▸ **To do**:
Set down exactly the lines of the listing below, please, beginning with the first and ending with the line that holds "BAND_SIZE: Mapping[str, float]".

────────────────────────────────────────

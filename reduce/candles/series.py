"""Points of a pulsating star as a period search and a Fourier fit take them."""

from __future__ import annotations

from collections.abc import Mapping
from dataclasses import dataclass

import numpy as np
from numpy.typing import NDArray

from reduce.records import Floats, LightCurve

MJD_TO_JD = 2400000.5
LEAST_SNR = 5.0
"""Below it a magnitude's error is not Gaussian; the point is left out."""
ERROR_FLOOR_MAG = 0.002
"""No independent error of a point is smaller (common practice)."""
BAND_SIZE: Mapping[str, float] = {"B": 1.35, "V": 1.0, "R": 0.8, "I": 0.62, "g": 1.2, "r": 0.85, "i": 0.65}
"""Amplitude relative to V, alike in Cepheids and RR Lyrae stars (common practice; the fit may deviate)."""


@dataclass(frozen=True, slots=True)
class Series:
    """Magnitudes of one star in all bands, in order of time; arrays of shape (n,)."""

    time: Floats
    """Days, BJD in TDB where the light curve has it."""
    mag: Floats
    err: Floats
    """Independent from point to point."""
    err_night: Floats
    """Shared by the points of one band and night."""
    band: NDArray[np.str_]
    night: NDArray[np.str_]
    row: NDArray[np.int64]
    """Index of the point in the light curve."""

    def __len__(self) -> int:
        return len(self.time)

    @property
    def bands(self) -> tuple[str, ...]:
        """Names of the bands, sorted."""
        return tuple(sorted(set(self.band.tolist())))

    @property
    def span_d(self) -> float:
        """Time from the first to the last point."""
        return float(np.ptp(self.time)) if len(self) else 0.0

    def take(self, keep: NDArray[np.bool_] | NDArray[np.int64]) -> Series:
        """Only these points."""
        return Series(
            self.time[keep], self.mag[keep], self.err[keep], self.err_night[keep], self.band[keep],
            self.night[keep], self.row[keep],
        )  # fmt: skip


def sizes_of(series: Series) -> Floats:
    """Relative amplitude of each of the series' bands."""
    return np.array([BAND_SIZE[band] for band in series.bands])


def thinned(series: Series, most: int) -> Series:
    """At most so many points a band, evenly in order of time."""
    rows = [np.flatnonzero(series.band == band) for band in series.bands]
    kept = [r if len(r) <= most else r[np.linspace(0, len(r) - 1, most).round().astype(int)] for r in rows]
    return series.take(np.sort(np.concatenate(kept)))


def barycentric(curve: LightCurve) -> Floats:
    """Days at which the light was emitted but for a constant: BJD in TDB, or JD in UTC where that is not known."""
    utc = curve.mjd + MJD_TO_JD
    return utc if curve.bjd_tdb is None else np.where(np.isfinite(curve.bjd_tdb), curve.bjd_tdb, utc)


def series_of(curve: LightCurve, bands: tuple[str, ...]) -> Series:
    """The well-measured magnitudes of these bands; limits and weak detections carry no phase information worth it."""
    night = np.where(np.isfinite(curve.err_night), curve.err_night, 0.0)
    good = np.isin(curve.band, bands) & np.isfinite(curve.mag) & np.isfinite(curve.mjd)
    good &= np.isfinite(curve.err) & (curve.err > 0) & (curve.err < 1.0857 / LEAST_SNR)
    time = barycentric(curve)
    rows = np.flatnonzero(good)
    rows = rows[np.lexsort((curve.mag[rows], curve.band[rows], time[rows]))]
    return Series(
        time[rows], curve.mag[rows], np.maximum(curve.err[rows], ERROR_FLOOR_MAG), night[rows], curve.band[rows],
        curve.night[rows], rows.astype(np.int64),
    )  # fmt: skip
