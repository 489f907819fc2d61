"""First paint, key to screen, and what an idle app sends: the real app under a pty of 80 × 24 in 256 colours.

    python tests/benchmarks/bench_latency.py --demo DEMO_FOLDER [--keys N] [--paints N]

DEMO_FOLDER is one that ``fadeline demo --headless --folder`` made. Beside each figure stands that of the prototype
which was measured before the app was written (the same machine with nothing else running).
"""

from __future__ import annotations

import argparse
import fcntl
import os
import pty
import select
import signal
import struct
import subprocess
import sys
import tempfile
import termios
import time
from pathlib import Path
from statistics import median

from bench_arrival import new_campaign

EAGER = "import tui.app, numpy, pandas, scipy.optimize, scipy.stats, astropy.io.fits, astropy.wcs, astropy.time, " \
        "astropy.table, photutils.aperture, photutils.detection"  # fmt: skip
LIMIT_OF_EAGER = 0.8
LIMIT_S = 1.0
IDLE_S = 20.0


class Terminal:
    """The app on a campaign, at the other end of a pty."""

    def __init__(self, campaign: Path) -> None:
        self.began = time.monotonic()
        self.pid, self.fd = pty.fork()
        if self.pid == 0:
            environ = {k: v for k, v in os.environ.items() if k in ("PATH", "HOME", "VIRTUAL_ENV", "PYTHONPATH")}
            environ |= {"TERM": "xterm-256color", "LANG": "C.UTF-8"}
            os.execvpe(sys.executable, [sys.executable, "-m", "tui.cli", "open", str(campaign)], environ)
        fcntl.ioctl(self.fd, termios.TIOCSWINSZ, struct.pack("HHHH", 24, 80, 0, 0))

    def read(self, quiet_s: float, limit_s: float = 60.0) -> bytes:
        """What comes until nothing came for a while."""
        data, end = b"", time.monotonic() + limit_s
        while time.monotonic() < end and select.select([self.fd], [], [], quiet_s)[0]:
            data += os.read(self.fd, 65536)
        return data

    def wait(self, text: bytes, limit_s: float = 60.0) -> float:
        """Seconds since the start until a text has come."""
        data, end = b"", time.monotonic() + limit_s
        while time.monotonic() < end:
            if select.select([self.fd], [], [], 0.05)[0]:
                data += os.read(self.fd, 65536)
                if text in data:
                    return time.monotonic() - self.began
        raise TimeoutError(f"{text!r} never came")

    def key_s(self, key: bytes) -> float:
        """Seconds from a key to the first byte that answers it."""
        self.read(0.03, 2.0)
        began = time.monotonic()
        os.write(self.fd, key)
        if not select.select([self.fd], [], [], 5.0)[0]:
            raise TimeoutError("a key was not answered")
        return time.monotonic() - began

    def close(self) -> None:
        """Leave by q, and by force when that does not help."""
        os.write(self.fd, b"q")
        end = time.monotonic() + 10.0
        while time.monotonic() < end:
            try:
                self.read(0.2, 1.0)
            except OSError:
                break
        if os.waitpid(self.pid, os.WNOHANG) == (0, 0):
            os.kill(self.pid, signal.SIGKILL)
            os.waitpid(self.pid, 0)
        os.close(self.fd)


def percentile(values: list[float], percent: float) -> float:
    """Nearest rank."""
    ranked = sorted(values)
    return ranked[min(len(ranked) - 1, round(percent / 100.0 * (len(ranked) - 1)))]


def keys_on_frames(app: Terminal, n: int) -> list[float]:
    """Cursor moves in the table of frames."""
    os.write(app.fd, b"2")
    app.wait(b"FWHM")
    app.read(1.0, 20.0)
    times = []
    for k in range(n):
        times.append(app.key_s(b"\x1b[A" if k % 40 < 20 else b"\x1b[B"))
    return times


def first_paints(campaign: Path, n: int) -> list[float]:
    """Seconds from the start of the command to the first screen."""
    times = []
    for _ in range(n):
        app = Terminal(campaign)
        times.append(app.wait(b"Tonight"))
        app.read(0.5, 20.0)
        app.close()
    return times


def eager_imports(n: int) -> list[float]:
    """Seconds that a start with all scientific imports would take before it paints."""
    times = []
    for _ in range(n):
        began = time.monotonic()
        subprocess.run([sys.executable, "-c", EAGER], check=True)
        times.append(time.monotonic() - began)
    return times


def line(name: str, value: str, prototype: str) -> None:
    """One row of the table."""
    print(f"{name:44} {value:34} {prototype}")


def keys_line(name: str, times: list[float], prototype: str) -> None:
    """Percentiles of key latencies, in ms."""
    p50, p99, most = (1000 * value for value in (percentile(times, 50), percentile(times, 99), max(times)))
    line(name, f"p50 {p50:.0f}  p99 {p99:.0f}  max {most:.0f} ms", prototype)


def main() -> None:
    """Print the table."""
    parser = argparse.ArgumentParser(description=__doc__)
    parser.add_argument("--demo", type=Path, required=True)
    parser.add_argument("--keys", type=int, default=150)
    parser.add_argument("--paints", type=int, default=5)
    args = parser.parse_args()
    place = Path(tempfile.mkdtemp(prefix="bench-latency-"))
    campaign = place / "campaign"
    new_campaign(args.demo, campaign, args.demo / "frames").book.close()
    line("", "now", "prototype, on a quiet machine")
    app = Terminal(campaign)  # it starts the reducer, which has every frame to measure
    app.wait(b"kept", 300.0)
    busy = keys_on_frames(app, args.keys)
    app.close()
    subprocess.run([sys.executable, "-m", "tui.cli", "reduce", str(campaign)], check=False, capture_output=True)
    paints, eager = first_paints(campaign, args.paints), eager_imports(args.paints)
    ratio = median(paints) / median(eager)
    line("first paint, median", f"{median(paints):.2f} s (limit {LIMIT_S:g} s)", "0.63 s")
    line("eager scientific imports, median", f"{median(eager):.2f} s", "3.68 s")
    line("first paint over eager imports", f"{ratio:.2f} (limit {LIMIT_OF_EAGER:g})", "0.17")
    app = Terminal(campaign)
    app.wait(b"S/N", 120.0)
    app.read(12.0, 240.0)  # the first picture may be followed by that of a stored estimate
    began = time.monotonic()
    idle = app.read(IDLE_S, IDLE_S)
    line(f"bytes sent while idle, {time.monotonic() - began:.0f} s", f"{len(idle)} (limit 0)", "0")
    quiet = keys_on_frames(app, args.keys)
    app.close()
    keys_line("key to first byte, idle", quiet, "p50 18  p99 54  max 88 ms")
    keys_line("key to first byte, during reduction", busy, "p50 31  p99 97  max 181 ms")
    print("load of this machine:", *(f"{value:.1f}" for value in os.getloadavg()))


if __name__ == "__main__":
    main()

────────────────────────────────────────

▸ **Task output**:
filename reduce/candles/series.py
"""Points of a pulsating star as a period search and a Fourier fit take them."""

from __future__ import annotations

from collections.abc import Mapping
from dataclasses import dataclass

import numpy as np
from numpy.typing import NDArray

from reduce.records import Floats, LightCurve

MJD_TO_JD = 2400000.5
LEAST_SNR = 5.0
"""Below it a magnitude's error is not Gaussian; the point is left out."""
ERROR_FLOOR_MAG = 0.002
"""No independent error of a point is smaller (common practice)."""
BAND_SIZE: Mapping[str, float] = {"B": 1.35, "V": 1.0, "R": 0.8, "I": 0.62, "g": 1.2, "r": 0.85, "i": 0.65}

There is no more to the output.